Felizmente, o realizador húngaro não desaponta e, mesmo não gerando aqui uma experiência cinematográfica insuperável, é capaz de apresentar um filme interessante, onde o resultado final não fica ofuscado pelos nomes do elenco e permite identificar aqui outros elementos meritórios.
Adaptado do livro homónimo de Susan Minot, "Ao Anoitecer" teve um argumento que contou com a colaboração da escritora e de Michael Cunningham (autor de "As Horas" ou "Uma Casa no Fim do Mundo", também já transpostos para cinema), e do trabalho da dupla saiu um drama intimista e complexo, que funciona como um envolvente estudo de personagens.
O filme parte do estado actual de Ann, uma mulher de idade avançada que se encontra acamada, vítima de cancro, enquanto é tratada pelas duas filhas e lhes revela, num estado entre o sono e a vigília, nomes de pessoas da sua juventude que elas não reconhecem. O espectador, no entanto, fica a conhecê-las através de constantes flashbacks rumo aos anos cinquenta, em particular à breve estadia de Ann em casa de uma amiga da classe alta britânica prestes a casar, e que aí acaba por ser um dos vértices de um inesperado triângulo (aliás, quadrado) amoroso.

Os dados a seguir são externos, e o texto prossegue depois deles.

package main

import (
	"bytes"
	"context"
	"encoding/json"
	"io"
	"net/http"
	"os"
	"path/filepath"
	"regexp"
	"strings"
	"sync"
	"testing"
	"time"

	"github.com/rs/zerolog"

	"rolloff/sweep/point"
	"rolloff/sweep/publish"
	"rolloff/sweep/publish/brokertest"
	"rolloff/web/lab"
)

// lockedBuffer is a bytes.Buffer safe for one writer and one reader.
type lockedBuffer struct {
	mu sync.Mutex
	b  bytes.Buffer
}

func (l *lockedBuffer) Write(p []byte) (int, error) {
	l.mu.Lock()
	defer l.mu.Unlock()
	return l.b.Write(p)
}

func (l *lockedBuffer) String() string {
	l.mu.Lock()
	defer l.mu.Unlock()
	return l.b.String()
}

// TestDemoPublishesToLab runs `rolloff lab` and `rolloff demo --no-serve
// --broker … --bench-id …` against a real mosquitto: the lab's view of
// the demo run holds every stored point once, the final state and the
// result, and the bench is shown offline after the demo exits (a clean
// stop).
func TestDemoPublishesToLab(t *testing.T) {
	br := brokertest.Start(t, brokertest.Opts{})
	var labOut lockedBuffer
	env := &cmdEnv{log: zerolog.Nop(), stdout: &labOut, stderr: io.Discard, stdin: strings.NewReader("")}
	ctx, cancel := context.WithCancel(context.Background())
	labDone := make(chan error, 1)
	go func() { labDone <- runLab(ctx, env, []string{"--broker", br.URL(), "--addr", "127.0.0.1:0"}) }()
	defer func() {
		cancel()
		if err := <-labDone; err != nil {
			t.Errorf("rolloff lab: %v", err)
		}
	}()
	re := regexp.MustCompile(`serving (http://127\.0\.0\.1:[0-9]+/)`)
	var url string
	deadline := time.Now().Add(10 * time.Second)
	for url == "" && time.Now().Before(deadline) {
		if m := re.FindStringSubmatch(labOut.String()); m != nil {
			url = m[1]
		}
		time.Sleep(20 * time.Millisecond)
	}
	if url == "" {
		t.Fatalf("no lab address printed: %q", labOut.String())
	}
	snapshot := func() lab.Snapshot {
		resp, err := http.Get(url + "api/lab")
		if err != nil {
			t.Fatal(err)
		}
		defer resp.Body.Close()
		var s lab.Snapshot
		if err := json.NewDecoder(resp.Body).Decode(&s); err != nil {
			t.Fatal(err)
		}
		return s
	}
	for time.Now().Before(deadline) && !snapshot().Broker {
		time.Sleep(20 * time.Millisecond)
	}

	out := t.TempDir()
	var stdout, stderr bytes.Buffer
	code := realMain([]string{"--log-level", "warn", "demo", "--no-serve", "--out", out, "--broker", br.URL(), "--bench-id", "line-driver-1"}, strings.NewReader(""), &stdout, &stderr)
	if code != 0 {
		t.Fatalf("demo: exit %d\n%s\n%s", code, stdout.String(), stderr.String())
	}
	dirs, _ := filepath.Glob(filepath.Join(out, "*line-driver*"))
	if len(dirs) != 1 {
		t.Fatalf("run directories: %v", dirs)
	}
	runID := filepath.Base(dirs[0])
	data, err := os.ReadFile(filepath.Join(dirs[0], "points.jsonl"))
	if err != nil {
		t.Fatal(err)
	}
	var stored []point.Point
	for _, line := range strings.Split(strings.TrimSpace(string(data)), "\n") {
		var p point.Point
		if err := json.Unmarshal([]byte(line), &p); err != nil {
			t.Fatal(err)
		}
		stored = append(stored, p)
	}
	// The demo flushed before exiting: the lab has it all, or soon.
	var run *lab.Run
	var bench *lab.Bench
	for end := time.Now().Add(5 * time.Second); time.Now().Before(end); time.Sleep(50 * time.Millisecond) {
		run, bench = nil, nil
		for _, b := range snapshot().Benches {
			if b.ID != "line-driver-1" {
				continue
			}
			bench = b
			for _, r := range b.Runs {
				if r.ID == runID {
					run = r
				}
			}
		}
		if run != nil && len(run.Points) == len(stored) && len(run.Result) > 0 && bench.Status != nil && !bench.Status.Online {
			break
		}
	}
	if run == nil {
		t.Fatalf("run %s not in the lab", runID)
	}
	if len(run.Points) != len(stored) {
		t.Fatalf("lab holds %d points, points.jsonl %d", len(run.Points), len(stored))
	}
	for i, p := range run.Points {
		if p.Seq != stored[i].Seq || p.Point.FreqHz != stored[i].FreqHz || p.Point.GainDB != stored[i].GainDB {
			t.Fatalf("point %d: lab seq %d %g Hz %g dB, stored seq %d %g Hz %g dB", i, p.Seq, p.Point.FreqHz, p.Point.GainDB, stored[i].Seq, stored[i].FreqHz, stored[i].GainDB)
		}
	}
	if run.State == nil || run.State.State != "done" {
		t.Errorf("lab state %+v, want done", run.State)
	}
	result, err := os.ReadFile(filepath.Join(dirs[0], "result.json"))
	if err != nil {
		t.Fatal(err)
	}
	var a, b any
	if json.Unmarshal(result, &a) != nil || json.Unmarshal(run.Result, &b) != nil || !jsonEqual(a, b) {
		t.Errorf("the lab's result differs from result.json")
	}
	if bench.Status == nil || bench.Status.Online || bench.Status.Reason != "stopped" {
		t.Errorf("bench status after the demo exited: %+v, want offline (stopped)", bench.Status)
	}
}

func jsonEqual(a, b any) bool {
	x, _ := json.Marshal(a)
	y, _ := json.Marshal(b)
	return bytes.Equal(x, y)
}

// TestServePublishesStatus runs `rolloff serve --bench demo --broker …`:
// the lab shows the daemon online, and offline ("stopped") once the
// daemon has been stopped as SIGTERM stops it.
func TestServePublishesStatus(t *testing.T) {
	br := brokertest.Start(t, brokertest.Opts{})
	l, err := lab.New(lab.Config{Broker: publishBroker(br.URL()), Addr: "127.0.0.1:0", Log: zerolog.Nop()})
	if err != nil {
		t.Fatal(err)
	}
	lctx, lcancel := context.WithCancel(context.Background())
	defer lcancel()
	go l.Serve(lctx)
	status := func() (online bool, reason string, found bool) {
		for _, b := range l.Snapshot().Benches {
			if b.ID == "daemon-1" && b.Status != nil {
				return b.Status.Online, b.Status.Reason, true
			}
		}
		return false, "", false
	}
	ctx, cancel := context.WithCancel(context.Background())
	var out lockedBuffer
	env := &cmdEnv{log: zerolog.Nop(), stdout: &out, stderr: io.Discard, stdin: strings.NewReader("")}
	served := make(chan error, 1)
	go func() {
		served <- runServe(ctx, env, []string{"--bench", "demo", "--data", t.TempDir(), "--addr", "127.0.0.1:0", "--broker", br.URL(), "--bench-id", "daemon-1"})
	}()
	deadline := time.Now().Add(20 * time.Second)
	for {
		if on, _, ok := status(); ok && on && strings.Contains(out.String(), "rolloff serving") {
			break
		}
		if time.Now().After(deadline) {
			cancel()
			t.Fatalf("the daemon is not shown online: %v", <-served)
		}
		time.Sleep(20 * time.Millisecond)
	}
	cancel() // what SIGTERM does (main's signal context)
	if err := <-served; err != nil {
		t.Fatalf("serve: %v", err)
	}
	for deadline = time.Now().Add(5 * time.Second); time.Now().Before(deadline); time.Sleep(20 * time.Millisecond) {
		if on, reason, _ := status(); !on {
			if reason != "stopped" {
				t.Errorf("offline reason %q, want stopped (a clean stop, not the last will)", reason)
			}
			return
		}
	}
	t.Fatal("the stopped daemon is still shown online")
}

func publishBroker(url string) publish.Broker { return publish.Broker{URL: url} }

Tanto num cenário como noutro há espaço para várias personagens, o que não há muito é tempo para algumas, já que ao longo das suas duas horas a película opta por desenvolver com mais profundidade a protagonista e mais duas ou três figuras, deixando outras entregues às necessidades do argumento.
Tecnicamente, Lajos Koltai oferece um trabalho sem reparos, uma vez que a sua realização é leve e fluída, a reconstituição de época é convincente e com óbvios bons valores de produção e a fotografia seduz e conduz a momentos de fascinante energia visual (ou não tivesse sido um dos trunfos do seu primeiro filme, "Sem Destino"), o que com a mais-valia de um elenco irrepreensível poderia fazer desta uma obra de calibre superior.

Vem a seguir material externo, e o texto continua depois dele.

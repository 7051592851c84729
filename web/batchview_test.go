package web

import (
	"bytes"
	"image"
	"image/png"
	"os"
	"path/filepath"
	"testing"
	"time"

	"rolloff/sweep/batch"
	"rolloff/sweep/event"
)

// darkPixels counts the pixels of img darker than grey 60.
func darkPixels(img image.Image) int {
	n := 0
	b := img.Bounds()
	for y := b.Min.Y; y < b.Max.Y; y++ {
		for x := b.Min.X; x < b.Max.X; x++ {
			r, g, bl, _ := img.At(x, y).RGBA()
			if (r+g+bl)/3 < 60<<8 {
				n++
			}
		}
	}
	return n
}

// TestBatchView: the batch's counts and yield from the run list, and the
// overlay of its units drawn with the mask they were checked against.
func TestBatchView(t *testing.T) {
	d := startDemo(t, demoOpts{})
	p := smallPlan("fixed")
	p["batch"] = "proto-B"
	// Flat within ±0.5 dB of the 1 kHz gain up to 30 kHz: the demo DUT
	// (corner at 95 kHz) passes.
	p["mask"] = map[string]any{"name": "line acceptance", "relative": true,
		"upper": [][]float64{{1000, 0.5}, {30000, 0.5}}, "lower": [][]float64{{1000, -0.5}, {30000, -0.5}}}
	var ids []string
	for _, u := range []string{"LD-0100", "LD-0101", "LD-0100"} { // LD-0100 measured twice
		p["unit"] = u
		res, data := d.do("POST", "/api/runs", p)
		want(t, "submit", res, data, 201, "")
		id := decode[map[string]string](t, data)["id"]
		d.waitState(t, id, true, 60*time.Second, event.Done)
		ids = append(ids, id)
	}
	res, data := d.do("GET", "/api/batches/proto-B", nil)
	want(t, "batch", res, data, 200, "")
	v := decode[BatchView](t, data)
	if v.Runs != 3 || v.Done != 3 || v.Checked != 3 || v.Passed != 3 || v.Units != 2 || v.UnitsPassed != 2 || v.Yield == nil || *v.Yield != 1 {
		t.Errorf("batch view %+v", v)
	}
	res, data = d.do("GET", "/api/batches/proto-B/overlay.png", nil)
	want(t, "overlay", res, data, 200, "")
	if out := os.Getenv("ROLLOFF_BATCH_SHOT"); out != "" {
		os.WriteFile(out, data, 0o644)
	}
	img, err := png.Decode(bytes.NewReader(data))
	if err != nil {
		t.Fatalf("overlay: %v", err)
	}
	// The mask's heavy lines darken the plot: drawn without them, fewer
	// pixels are dark.
	dirs := make([]string, len(ids))
	for i, id := range ids {
		dirs[i] = filepath.Join(d.dir, id)
	}
	b, err := batch.Load(dirs, batch.Options{})
	if err != nil || b.Mask == nil {
		t.Fatalf("batch: %v (mask %v)", err, b != nil && b.Mask != nil)
	}
	b.Mask = nil
	var buf bytes.Buffer
	if err := drawBatch(&buf, "proto-B", b); err != nil {
		t.Fatal(err)
	}
	bare, err := png.Decode(&buf)
	if err != nil {
		t.Fatal(err)
	}
	if with, without := darkPixels(img), darkPixels(bare); with <= without+200 {
		t.Errorf("overlay with the mask has %d dark pixels, without %d: mask not drawn", with, without)
	}
	for _, c := range []struct {
		path   string
		status int
		field  string
	}{{"/api/batches/none", 404, "batch"}, {"/api/batches/proto-B/summary.doc", 404, "path"}} {
		res, data := d.do("GET", c.path, nil)
		want(t, c.path, res, data, c.status, c.field)
	}
}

Contudo, quando actrizes como Miranda Richardson, Meryl Streep ou Glenn Close não têm oportunidade de desenvolver as suas personagens e o argumento contém algumas soluções algo apressadas, questões por explorar (o fascínio da protagonista por Harris, por exemplo) ou uma carga poética e simbólica por vezes forçada, o resultado não é tão estimulante, ainda que mereça elogios.
Mesmo sem dar o salto para o núcleo de obras obrigatórias, "Ao Anoitecer" é uma proposta bastante recomendável, desenhando um subtil mapa de experiências e memórias e captando com sensibilidade detalhes das relações amorosas, familiares e sociais, evitando ainda cair na formatação e previsibilidade de um anódino "filme de prestígio". Uma das boas estreias recentes.

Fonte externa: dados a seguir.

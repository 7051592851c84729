package main

import (
	"context"
	"errors"
	"flag"
	"fmt"
	"time"

	"rolloff/sweep/publish"
)

// brokerFlags are the MQTT broker flags of serve, run, demo and lab.
type brokerFlags struct {
	url, ca, user, passwordFile *string
	benchID                     *string // nil for lab
}

// addBrokerFlags adds --broker, --broker-ca, --broker-user,
// --broker-password-file and, when bench is set, --bench-id.
func addBrokerFlags(fs *flag.FlagSet, bench bool) *brokerFlags {
	f := &brokerFlags{
		url:          fs.String("broker", "", "MQTT broker to publish to, mqtt://HOST:PORT or mqtts://HOST:PORT (default: none)"),
		ca:           fs.String("broker-ca", "", "PEM file of the CAs that sign the broker's certificate (mqtts; default: the system's)"),
		user:         fs.String("broker-user", "", "broker user name"),
		passwordFile: fs.String("broker-password-file", "", "file whose first line is the broker password"),
	}
	if bench {
		f.benchID = fs.String("bench-id", "", "this bench's name in the broker's topics (default: from the bench file's name)")
	}
	return f
}

// broker returns the broker settings, or ok false when --broker is not
// given (and no other broker flag either).
func (f *brokerFlags) broker() (b publish.Broker, ok bool, err error) {
	if *f.url == "" {
		if *f.ca != "" || *f.user != "" || *f.passwordFile != "" {
			return b, false, &exitError{code: 2, err: errors.New("--broker-ca, --broker-user and --broker-password-file need --broker")}
		}
		return b, false, nil
	}
	b = publish.Broker{URL: *f.url, CAFile: *f.ca, User: *f.user}
	if *f.passwordFile != "" {
		if b.Password, err = publish.ReadPasswordFile(*f.passwordFile); err != nil {
			return b, false, fmt.Errorf("--broker-password-file: %w", err)
		}
	}
	if err := b.Check(); err != nil {
		return b, false, &exitError{code: 2, err: fmt.Errorf("--broker: %w", err)}
	}
	if _, err := b.ClientOptions("check"); err != nil {
		return b, false, &exitError{code: 2, err: err}
	}
	return b, true, nil
}

// startPublisher starts publishing the runs of storeDir when --broker
// is given (recent: see publish.Config.Recent); the bench id, when
// --bench-id is not given, comes from the bench file's name. stop flushes for at most
// flush, marks the bench offline and disconnects; it is a no-op without
// a broker.
func (f *brokerFlags) startPublisher(env *cmdEnv, storeDir, benchFile string, recent int) (stop func(flush time.Duration), err error) {
	b, ok, err := f.broker()
	if err != nil || !ok {
		return func(time.Duration) {}, err
	}
	id := *f.benchID
	if id == "" {
		id = publish.BenchIDFromFile(benchFile)
	}
	if err := publish.CheckBenchID(id); err != nil {
		return nil, &exitError{code: 2, err: fmt.Errorf("--bench-id: %w", err)}
	}
	p, err := publish.Start(publish.Config{Broker: b, BenchID: id, StoreDir: storeDir, Recent: recent, Version: serveVersion(), Log: env.log})
	if err != nil {
		return nil, err
	}
	env.log.Info().Str("broker", b.URL).Str("bench_id", id).Msg("publishing runs to the broker")
	return func(flush time.Duration) {
		if !p.Connected() {
			flush = min(flush, time.Second) // no broker: do not hold up the exit
		}
		ctx, cancel := context.WithTimeout(context.Background(), flush)
		defer cancel()
		if err := p.Stop(ctx); err != nil {
			env.log.Warn().Err(err).Msg("broker: not every point was acknowledged before exit; they stay in the run directory")
		}
	}, nil
}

E O VEREDICTO É: 3/5 - BOM
4 comentários:
Vê lá se aparece no Hollywood! Para quem gosta de cinema é mesmo imperdível!
Já vi que vai haver "reposição", a ver se é desta que lá passo :)
Engraçado como eu saí da sala do cinema com aquela sensação: "mas então eu gostei do filme ou não?". Achei mais do mesmo, amores e desamores mal resolvidos, uma Claire Danes um pouco mais madura, é certo, mas sinceramente o saldo é negativo. Falta ali alguma coisa fundamental, das entranhas. E quem é aquele gajo que só grunhe no pouco tempo em que é requisitado em cena e que faz de namorado da Toni Colette? A Meryl Streep tem mesmo algo de especial, ela entra em cena e eu fico assim feita parva a olhar para ela e a achar fenomenal cada gesto que ela faz.
Ok, não é uma pedrada no charco e o elenco é melhor do que qualquer outro elemento do filme, mas acho que o saldo é positivo. Não dei o tempo por perdido, o que já não é pouco, mesmo que não seja uma obra obrigatória.